**GIVEN INFORMATION:**
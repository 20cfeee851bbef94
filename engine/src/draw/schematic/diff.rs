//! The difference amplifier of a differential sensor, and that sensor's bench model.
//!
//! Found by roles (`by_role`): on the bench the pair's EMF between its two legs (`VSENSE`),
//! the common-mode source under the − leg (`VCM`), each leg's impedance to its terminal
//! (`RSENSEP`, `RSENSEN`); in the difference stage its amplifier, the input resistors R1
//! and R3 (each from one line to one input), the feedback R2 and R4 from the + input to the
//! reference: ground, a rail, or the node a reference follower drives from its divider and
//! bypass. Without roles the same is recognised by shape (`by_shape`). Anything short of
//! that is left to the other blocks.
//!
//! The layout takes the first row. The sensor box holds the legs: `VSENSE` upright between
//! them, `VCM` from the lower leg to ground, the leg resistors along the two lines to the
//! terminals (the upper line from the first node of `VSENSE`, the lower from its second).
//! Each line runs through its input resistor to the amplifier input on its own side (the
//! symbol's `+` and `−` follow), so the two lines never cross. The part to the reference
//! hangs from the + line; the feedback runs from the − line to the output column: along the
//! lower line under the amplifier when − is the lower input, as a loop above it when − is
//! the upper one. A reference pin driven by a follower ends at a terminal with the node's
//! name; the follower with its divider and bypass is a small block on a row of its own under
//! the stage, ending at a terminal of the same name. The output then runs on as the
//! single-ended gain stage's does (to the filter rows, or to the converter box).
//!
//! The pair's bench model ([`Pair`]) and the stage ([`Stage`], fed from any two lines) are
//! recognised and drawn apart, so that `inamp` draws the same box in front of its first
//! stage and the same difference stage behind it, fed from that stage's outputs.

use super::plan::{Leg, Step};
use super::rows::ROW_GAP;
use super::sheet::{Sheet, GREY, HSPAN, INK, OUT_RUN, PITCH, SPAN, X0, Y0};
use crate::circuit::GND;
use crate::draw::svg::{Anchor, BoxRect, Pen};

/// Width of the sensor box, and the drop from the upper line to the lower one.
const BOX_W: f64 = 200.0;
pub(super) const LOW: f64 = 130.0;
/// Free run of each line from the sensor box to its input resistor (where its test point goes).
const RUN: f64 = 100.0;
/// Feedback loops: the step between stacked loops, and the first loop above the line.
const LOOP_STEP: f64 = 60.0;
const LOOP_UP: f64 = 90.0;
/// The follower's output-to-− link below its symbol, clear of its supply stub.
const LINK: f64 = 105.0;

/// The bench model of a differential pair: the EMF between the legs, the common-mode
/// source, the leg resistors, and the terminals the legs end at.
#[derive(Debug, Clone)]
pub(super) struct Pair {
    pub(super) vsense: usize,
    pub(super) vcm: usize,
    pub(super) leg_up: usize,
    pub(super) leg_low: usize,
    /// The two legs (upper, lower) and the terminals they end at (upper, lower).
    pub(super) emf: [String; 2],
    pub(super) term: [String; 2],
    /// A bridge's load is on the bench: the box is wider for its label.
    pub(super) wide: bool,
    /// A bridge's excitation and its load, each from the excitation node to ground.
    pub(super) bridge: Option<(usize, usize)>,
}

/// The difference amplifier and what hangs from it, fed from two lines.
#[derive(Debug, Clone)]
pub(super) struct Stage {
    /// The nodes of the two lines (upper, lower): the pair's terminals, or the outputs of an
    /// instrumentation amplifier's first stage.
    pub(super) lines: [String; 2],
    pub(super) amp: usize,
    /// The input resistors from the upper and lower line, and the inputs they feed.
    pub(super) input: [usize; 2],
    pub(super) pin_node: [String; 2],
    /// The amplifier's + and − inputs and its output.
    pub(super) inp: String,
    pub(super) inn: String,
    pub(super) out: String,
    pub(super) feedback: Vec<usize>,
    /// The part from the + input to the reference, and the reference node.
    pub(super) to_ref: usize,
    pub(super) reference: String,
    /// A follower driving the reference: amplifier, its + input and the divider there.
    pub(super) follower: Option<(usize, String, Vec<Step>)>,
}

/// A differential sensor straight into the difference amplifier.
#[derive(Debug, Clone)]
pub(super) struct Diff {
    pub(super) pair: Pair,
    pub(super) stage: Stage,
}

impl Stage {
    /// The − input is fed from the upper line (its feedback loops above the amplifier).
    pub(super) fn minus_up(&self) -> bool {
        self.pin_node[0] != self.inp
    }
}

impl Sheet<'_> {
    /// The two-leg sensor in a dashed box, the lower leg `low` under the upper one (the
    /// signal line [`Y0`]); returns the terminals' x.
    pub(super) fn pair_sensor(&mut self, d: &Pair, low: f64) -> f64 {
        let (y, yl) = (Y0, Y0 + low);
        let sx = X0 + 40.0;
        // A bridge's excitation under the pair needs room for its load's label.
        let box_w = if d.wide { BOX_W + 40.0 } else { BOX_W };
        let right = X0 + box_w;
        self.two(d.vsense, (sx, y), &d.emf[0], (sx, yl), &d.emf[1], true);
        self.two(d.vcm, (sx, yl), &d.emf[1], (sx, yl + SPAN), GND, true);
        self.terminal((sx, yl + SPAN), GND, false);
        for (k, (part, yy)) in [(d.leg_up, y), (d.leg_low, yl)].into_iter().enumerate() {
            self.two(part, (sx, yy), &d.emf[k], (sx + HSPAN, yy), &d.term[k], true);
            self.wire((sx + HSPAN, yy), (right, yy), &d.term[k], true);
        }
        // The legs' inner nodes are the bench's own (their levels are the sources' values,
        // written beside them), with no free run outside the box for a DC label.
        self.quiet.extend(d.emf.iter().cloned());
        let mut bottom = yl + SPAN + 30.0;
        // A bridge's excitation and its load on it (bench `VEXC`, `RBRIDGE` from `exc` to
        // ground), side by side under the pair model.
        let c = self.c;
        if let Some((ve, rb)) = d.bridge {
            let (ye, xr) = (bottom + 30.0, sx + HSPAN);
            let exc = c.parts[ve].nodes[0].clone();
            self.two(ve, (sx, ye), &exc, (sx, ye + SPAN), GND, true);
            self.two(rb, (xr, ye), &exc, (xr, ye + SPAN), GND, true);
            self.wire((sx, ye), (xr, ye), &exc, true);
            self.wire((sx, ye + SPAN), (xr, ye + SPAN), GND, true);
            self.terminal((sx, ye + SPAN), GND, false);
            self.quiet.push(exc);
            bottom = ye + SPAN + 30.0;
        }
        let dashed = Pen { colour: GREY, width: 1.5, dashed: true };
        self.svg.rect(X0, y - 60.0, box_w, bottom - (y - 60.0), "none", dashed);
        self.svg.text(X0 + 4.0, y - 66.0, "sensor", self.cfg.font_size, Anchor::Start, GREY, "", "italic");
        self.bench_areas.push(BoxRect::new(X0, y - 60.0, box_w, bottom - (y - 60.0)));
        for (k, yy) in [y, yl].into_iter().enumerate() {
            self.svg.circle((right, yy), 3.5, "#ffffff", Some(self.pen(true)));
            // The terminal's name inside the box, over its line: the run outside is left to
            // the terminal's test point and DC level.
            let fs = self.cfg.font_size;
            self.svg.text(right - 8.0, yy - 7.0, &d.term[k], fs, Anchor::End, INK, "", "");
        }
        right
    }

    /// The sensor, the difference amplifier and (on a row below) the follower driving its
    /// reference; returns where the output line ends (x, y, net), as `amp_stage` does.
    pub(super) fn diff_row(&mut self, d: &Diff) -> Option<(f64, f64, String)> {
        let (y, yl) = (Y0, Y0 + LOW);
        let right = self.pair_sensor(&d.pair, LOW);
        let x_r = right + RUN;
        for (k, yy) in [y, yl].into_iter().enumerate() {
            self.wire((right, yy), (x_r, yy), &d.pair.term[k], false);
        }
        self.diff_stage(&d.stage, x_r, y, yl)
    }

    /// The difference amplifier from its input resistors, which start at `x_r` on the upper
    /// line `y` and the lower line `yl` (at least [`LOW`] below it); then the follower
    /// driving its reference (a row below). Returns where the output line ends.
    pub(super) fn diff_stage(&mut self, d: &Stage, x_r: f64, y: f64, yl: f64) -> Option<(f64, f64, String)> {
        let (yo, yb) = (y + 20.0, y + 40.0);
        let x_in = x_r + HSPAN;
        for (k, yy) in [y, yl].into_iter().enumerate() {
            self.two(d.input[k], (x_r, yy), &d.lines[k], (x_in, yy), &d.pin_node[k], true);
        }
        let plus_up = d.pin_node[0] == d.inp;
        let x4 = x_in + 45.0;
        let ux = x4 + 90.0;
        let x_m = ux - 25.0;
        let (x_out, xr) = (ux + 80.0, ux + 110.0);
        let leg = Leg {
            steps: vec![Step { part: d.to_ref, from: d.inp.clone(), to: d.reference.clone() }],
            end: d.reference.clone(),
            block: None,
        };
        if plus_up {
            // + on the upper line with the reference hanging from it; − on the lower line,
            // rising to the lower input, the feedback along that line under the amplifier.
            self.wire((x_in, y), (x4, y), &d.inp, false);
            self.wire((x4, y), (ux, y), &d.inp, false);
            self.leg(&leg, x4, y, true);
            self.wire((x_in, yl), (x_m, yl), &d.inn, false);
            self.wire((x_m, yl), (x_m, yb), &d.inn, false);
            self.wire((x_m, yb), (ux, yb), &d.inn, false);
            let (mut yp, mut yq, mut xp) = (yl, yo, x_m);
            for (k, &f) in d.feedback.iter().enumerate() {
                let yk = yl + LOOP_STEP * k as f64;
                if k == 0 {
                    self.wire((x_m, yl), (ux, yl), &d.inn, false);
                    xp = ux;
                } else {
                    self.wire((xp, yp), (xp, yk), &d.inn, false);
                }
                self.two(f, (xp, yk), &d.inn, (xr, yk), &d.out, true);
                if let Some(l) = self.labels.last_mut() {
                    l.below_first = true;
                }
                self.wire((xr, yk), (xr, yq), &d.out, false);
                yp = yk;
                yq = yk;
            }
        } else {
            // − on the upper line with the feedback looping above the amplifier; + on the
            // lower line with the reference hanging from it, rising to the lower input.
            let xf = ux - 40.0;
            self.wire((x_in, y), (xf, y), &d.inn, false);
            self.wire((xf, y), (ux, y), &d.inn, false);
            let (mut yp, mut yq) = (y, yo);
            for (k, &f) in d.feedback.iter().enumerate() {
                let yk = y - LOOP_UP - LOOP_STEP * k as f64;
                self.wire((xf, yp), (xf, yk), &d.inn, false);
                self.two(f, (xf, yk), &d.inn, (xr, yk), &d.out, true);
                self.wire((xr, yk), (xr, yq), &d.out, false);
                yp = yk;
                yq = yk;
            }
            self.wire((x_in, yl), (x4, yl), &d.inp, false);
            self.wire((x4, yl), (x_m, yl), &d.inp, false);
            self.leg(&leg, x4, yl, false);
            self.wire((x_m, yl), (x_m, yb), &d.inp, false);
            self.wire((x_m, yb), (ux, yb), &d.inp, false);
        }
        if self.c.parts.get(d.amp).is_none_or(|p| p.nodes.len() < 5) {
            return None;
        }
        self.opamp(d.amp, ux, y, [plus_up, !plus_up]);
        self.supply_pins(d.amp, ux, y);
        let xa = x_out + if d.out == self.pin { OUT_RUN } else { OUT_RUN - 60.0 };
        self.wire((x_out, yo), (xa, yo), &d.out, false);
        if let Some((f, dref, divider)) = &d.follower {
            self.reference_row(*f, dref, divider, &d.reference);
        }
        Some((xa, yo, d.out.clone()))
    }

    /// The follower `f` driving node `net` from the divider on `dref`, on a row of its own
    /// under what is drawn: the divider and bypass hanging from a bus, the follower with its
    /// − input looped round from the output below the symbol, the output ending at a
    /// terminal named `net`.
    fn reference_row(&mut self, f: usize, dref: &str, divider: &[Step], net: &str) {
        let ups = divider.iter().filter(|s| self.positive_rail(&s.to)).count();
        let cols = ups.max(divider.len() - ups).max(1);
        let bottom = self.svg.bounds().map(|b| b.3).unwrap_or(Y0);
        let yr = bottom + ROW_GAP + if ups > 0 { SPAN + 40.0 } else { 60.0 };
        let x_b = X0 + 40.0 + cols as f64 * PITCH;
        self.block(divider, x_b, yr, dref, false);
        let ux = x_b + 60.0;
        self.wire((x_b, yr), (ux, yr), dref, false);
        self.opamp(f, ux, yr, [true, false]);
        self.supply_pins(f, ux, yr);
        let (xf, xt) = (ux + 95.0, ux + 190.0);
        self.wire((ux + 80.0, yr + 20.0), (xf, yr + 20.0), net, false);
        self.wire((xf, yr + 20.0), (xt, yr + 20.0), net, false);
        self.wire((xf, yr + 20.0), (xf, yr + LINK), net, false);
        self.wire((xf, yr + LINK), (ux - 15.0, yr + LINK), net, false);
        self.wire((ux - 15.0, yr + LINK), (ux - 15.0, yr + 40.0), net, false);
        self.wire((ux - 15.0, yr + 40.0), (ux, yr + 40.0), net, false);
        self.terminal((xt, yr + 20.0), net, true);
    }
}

**YOUR OBJECTIVE:**
Return only what runs from the line containing "self.wire((xf, yr + LINK), (ux" to the last line of the records above, both ends included, exactly as written.

**RESPONSE FOR THIS EXERCISE:**
        self.wire((xf, yr + LINK), (ux - 15.0, yr + LINK), net, false);
        self.wire((ux - 15.0, yr + LINK), (ux - 15.0, yr + 40.0), net, false);
        self.wire((ux - 15.0, yr + 40.0), (ux, yr + 40.0), net, false);
        self.terminal((xt, yr + 20.0), net, true);
    }
}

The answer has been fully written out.